Task to complete:
Would you please return the lines of the entries below starting at the line that has "sort, search, status" and ending at the line that has "if (q.q) out.set('q', q.q);", both included, exactly as they are?

=== Begin Enclosure ===

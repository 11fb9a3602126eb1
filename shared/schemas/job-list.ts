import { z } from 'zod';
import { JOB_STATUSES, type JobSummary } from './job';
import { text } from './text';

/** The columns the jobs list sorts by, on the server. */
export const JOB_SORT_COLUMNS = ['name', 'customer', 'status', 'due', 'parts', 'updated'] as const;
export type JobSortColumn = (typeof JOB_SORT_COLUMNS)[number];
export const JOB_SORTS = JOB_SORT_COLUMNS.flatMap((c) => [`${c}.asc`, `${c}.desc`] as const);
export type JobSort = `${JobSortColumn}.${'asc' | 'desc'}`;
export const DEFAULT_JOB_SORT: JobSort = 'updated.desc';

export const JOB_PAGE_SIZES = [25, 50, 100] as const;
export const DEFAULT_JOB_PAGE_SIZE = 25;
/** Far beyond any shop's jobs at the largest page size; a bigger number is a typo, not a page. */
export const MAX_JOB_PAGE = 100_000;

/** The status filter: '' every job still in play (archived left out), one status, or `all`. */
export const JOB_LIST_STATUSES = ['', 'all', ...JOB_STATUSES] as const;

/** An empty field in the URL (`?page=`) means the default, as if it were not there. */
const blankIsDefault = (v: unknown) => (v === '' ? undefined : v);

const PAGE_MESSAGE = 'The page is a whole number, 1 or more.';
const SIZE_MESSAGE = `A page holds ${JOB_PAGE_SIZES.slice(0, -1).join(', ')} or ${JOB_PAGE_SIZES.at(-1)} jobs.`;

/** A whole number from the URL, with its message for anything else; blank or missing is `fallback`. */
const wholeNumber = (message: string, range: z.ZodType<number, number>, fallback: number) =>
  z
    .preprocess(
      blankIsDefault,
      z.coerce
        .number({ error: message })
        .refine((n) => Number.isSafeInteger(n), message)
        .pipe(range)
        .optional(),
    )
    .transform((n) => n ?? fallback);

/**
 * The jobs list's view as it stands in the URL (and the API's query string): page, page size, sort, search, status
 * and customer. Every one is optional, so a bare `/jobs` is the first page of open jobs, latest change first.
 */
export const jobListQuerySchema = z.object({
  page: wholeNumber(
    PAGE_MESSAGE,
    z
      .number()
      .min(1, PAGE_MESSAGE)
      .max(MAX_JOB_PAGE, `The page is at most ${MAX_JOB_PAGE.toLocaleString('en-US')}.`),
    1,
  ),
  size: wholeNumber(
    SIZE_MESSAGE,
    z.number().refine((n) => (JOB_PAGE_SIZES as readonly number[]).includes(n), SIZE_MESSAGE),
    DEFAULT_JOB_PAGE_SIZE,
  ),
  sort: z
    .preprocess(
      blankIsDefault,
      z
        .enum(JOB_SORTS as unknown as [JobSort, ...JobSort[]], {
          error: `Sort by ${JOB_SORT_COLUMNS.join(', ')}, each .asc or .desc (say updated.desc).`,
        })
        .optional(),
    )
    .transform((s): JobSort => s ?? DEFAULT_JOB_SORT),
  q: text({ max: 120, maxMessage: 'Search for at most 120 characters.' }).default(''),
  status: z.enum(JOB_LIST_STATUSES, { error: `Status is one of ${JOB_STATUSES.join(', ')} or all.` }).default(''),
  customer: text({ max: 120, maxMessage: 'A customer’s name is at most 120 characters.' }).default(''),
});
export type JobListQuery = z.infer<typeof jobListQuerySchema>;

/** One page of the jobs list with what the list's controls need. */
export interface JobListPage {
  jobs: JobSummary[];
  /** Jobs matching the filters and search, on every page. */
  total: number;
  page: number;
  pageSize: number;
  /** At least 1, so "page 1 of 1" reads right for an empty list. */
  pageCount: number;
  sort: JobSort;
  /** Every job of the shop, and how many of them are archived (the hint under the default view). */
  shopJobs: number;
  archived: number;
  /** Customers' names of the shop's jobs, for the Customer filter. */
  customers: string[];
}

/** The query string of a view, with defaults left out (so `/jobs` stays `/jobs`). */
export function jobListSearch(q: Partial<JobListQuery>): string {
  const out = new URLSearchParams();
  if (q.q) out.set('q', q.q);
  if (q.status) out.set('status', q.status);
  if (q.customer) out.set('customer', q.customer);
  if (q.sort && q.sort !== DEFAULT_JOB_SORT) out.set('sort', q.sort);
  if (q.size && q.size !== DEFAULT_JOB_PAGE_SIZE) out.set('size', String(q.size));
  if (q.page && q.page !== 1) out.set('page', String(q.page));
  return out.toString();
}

=== End Enclosure ===
=== Begin Enclosure ===

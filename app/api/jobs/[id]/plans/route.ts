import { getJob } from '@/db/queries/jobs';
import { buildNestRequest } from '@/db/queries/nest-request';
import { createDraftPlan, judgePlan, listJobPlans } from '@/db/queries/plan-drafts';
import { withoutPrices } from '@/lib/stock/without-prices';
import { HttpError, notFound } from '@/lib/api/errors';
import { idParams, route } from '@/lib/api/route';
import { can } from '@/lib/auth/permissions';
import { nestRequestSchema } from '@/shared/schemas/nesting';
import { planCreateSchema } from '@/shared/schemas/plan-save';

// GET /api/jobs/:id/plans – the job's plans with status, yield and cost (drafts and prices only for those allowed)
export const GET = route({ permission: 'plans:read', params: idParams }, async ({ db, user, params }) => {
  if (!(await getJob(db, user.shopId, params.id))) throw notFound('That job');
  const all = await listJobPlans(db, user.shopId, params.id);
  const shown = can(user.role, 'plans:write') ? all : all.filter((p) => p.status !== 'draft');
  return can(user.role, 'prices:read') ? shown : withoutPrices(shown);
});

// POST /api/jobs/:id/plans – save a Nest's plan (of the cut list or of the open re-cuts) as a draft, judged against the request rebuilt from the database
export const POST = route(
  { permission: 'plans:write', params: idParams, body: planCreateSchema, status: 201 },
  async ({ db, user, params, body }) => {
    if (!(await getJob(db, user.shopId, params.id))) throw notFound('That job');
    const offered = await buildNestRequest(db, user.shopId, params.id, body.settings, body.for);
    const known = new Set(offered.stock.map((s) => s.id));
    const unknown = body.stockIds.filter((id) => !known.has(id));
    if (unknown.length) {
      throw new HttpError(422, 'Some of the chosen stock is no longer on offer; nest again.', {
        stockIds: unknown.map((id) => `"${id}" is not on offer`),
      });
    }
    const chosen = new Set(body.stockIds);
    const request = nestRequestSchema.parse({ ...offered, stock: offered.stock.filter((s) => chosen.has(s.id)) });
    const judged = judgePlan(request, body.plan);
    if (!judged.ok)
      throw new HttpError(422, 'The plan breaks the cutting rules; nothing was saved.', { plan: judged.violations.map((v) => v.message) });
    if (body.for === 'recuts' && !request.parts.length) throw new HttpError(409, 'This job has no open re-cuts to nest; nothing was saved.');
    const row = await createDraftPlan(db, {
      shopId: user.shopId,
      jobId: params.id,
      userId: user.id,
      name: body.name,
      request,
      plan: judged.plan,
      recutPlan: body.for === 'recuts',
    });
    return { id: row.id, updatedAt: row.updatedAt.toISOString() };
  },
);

=== End Enclosure ===

Answer:
 * The jobs list's view as it stands in the URL (and the API's query string): page, page size, sort, search, status
 * and customer. Every one is optional, so a bare `/jobs` is the first page of open jobs, latest change first.
 */
export const jobListQuerySchema = z.object({
  page: wholeNumber(
    PAGE_MESSAGE,
    z
      .number()
      .min(1, PAGE_MESSAGE)
      .max(MAX_JOB_PAGE, `The page is at most ${MAX_JOB_PAGE.toLocaleString('en-US')}.`),
    1,
  ),
  size: wholeNumber(
    SIZE_MESSAGE,
    z.number().refine((n) => (JOB_PAGE_SIZES as readonly number[]).includes(n), SIZE_MESSAGE),
    DEFAULT_JOB_PAGE_SIZE,
  ),
  sort: z
    .preprocess(
      blankIsDefault,
      z
        .enum(JOB_SORTS as unknown as [JobSort, ...JobSort[]], {
          error: `Sort by ${JOB_SORT_COLUMNS.join(', ')}, each .asc or .desc (say updated.desc).`,
        })
        .optional(),
    )
    .transform((s): JobSort => s ?? DEFAULT_JOB_SORT),
  q: text({ max: 120, maxMessage: 'Search for at most 120 characters.' }).default(''),
  status: z.enum(JOB_LIST_STATUSES, { error: `Status is one of ${JOB_STATUSES.join(', ')} or all.` }).default(''),
  customer: text({ max: 120, maxMessage: 'A customer’s name is at most 120 characters.' }).default(''),
});
export type JobListQuery = z.infer<typeof jobListQuerySchema>;

/** One page of the jobs list with what the list's controls need. */
export interface JobListPage {
  jobs: JobSummary[];
  /** Jobs matching the filters and search, on every page. */
  total: number;
  page: number;
  pageSize: number;
  /** At least 1, so "page 1 of 1" reads right for an empty list. */
  pageCount: number;
  sort: JobSort;
  /** Every job of the shop, and how many of them are archived (the hint under the default view). */
  shopJobs: number;
  archived: number;
  /** Customers' names of the shop's jobs, for the Customer filter. */
  customers: string[];
}

/** The query string of a view, with defaults left out (so `/jobs` stays `/jobs`). */
export function jobListSearch(q: Partial<JobListQuery>): string {
  const out = new URLSearchParams();
  if (q.q) out.set('q', q.q);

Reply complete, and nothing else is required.